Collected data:
● ● ● ● ● ● ●
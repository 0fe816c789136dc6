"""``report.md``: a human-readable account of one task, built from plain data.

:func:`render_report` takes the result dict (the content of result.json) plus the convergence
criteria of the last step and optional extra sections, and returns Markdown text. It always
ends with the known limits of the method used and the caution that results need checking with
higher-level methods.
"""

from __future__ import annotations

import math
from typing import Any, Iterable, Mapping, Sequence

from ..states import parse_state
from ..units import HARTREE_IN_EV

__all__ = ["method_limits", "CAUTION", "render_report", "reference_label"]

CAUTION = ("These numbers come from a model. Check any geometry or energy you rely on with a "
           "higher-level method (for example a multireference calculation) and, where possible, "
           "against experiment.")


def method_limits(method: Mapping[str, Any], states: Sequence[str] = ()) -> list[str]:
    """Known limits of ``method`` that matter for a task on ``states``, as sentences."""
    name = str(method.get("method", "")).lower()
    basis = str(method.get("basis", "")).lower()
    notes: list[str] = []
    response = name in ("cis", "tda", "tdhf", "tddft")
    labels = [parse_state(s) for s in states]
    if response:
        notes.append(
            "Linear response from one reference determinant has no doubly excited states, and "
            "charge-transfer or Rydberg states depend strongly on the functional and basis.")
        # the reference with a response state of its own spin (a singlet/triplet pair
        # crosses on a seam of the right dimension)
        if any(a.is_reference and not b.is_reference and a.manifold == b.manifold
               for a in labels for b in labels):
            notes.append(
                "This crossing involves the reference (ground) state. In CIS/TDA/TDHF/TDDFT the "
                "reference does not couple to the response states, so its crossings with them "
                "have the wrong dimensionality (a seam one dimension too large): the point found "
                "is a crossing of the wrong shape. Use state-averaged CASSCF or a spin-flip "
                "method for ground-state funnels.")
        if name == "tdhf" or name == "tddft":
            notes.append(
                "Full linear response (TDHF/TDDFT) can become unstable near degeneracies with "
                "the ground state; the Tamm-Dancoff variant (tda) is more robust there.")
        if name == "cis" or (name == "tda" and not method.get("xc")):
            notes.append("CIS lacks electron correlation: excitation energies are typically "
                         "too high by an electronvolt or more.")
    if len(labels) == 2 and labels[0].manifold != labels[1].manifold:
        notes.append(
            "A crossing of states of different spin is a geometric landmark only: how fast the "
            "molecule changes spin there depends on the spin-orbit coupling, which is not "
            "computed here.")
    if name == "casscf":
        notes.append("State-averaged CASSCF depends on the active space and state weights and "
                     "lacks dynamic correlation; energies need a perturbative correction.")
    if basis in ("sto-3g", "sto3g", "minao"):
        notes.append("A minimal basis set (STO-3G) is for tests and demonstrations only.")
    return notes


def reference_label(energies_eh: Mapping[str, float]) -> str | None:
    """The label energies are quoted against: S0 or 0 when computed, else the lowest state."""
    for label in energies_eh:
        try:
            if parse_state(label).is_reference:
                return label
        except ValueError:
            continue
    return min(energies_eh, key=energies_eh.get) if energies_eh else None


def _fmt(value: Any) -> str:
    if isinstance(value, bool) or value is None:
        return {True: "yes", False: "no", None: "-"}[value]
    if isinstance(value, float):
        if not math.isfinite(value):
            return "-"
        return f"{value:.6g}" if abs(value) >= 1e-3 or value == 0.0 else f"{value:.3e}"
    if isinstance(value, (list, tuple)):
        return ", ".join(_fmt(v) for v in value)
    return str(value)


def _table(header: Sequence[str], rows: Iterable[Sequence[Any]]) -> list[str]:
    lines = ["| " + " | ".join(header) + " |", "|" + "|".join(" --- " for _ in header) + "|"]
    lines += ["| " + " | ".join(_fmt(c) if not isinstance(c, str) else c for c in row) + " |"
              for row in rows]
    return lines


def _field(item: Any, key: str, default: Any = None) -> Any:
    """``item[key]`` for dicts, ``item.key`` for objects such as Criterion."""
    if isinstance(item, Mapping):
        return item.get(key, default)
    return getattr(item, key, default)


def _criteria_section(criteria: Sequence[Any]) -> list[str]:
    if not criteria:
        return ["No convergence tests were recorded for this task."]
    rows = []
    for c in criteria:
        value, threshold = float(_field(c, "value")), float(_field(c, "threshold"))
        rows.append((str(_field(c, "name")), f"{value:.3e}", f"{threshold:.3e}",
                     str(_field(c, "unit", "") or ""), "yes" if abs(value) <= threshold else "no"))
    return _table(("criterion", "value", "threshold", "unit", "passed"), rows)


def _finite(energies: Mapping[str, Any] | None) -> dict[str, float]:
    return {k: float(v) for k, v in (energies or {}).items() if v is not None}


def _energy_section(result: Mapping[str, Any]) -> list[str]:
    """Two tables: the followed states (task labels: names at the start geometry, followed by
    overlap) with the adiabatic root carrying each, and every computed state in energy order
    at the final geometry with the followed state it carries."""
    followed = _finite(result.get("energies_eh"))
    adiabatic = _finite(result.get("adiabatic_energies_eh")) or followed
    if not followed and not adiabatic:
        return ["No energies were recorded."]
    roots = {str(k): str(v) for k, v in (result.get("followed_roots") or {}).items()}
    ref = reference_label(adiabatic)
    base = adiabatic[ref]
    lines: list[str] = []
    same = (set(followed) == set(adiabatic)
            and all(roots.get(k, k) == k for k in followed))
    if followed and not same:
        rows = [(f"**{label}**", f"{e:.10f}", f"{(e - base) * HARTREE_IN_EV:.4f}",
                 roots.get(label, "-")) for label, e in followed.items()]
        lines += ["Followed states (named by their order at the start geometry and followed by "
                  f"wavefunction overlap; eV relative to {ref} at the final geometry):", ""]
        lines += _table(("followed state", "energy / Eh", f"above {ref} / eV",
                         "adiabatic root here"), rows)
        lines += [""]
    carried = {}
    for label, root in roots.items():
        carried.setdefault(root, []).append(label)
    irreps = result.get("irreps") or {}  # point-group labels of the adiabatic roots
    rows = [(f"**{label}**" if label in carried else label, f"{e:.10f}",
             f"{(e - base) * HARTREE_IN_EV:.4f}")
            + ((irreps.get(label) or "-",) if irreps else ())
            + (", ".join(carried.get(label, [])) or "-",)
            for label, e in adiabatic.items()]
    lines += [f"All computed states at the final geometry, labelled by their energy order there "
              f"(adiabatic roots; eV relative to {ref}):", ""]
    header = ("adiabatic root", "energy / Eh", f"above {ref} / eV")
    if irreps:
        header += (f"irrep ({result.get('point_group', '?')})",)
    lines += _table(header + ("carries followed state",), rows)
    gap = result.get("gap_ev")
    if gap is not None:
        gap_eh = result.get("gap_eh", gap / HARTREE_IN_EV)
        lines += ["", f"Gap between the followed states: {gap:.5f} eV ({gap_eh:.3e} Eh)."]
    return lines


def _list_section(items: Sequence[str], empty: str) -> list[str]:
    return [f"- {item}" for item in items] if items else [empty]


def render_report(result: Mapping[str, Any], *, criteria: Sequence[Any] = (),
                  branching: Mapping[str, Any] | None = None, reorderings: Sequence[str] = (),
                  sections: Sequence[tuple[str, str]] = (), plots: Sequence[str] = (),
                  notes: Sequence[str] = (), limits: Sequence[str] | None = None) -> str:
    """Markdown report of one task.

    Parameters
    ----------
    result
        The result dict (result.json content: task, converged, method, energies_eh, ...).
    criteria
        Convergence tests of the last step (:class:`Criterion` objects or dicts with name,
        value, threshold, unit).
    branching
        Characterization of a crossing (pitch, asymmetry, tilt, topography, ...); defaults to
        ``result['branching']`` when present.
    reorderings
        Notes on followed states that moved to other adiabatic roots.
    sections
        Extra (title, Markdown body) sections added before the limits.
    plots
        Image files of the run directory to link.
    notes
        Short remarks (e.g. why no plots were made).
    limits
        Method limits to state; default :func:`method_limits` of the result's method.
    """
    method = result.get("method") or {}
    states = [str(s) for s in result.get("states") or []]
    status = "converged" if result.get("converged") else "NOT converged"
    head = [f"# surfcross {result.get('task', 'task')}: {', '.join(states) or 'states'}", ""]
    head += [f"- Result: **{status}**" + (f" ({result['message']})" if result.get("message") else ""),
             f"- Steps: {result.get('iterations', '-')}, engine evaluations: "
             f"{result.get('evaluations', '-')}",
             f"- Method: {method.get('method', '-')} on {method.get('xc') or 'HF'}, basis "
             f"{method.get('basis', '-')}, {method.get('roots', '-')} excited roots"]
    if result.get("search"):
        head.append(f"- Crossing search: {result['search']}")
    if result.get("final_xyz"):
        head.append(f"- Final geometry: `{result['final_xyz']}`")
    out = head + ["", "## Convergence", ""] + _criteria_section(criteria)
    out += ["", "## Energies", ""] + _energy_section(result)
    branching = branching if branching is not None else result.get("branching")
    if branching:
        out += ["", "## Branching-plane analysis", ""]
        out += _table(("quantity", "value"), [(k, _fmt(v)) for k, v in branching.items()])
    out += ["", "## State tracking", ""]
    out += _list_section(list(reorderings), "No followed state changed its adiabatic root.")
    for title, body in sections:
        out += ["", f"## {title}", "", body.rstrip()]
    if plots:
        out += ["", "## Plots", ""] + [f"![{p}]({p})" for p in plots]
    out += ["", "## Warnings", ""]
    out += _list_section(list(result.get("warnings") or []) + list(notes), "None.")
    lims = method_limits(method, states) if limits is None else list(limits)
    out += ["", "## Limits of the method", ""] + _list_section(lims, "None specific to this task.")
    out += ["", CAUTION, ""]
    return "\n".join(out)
● ● ● ● ● ● ●
*What is expected*:
Return, with no change at all, every line in the entries above from the line containing "lines += _table(header" through the line containing "Any], *, criteria: Sequence[Any]".

*Answer box*:
    lines += _table(header + ("carries followed state",), rows)
    gap = result.get("gap_ev")
    if gap is not None:
        gap_eh = result.get("gap_eh", gap / HARTREE_IN_EV)
        lines += ["", f"Gap between the followed states: {gap:.5f} eV ({gap_eh:.3e} Eh)."]
    return lines


def _list_section(items: Sequence[str], empty: str) -> list[str]:
    return [f"- {item}" for item in items] if items else [empty]


def render_report(result: Mapping[str, Any], *, criteria: Sequence[Any] = (),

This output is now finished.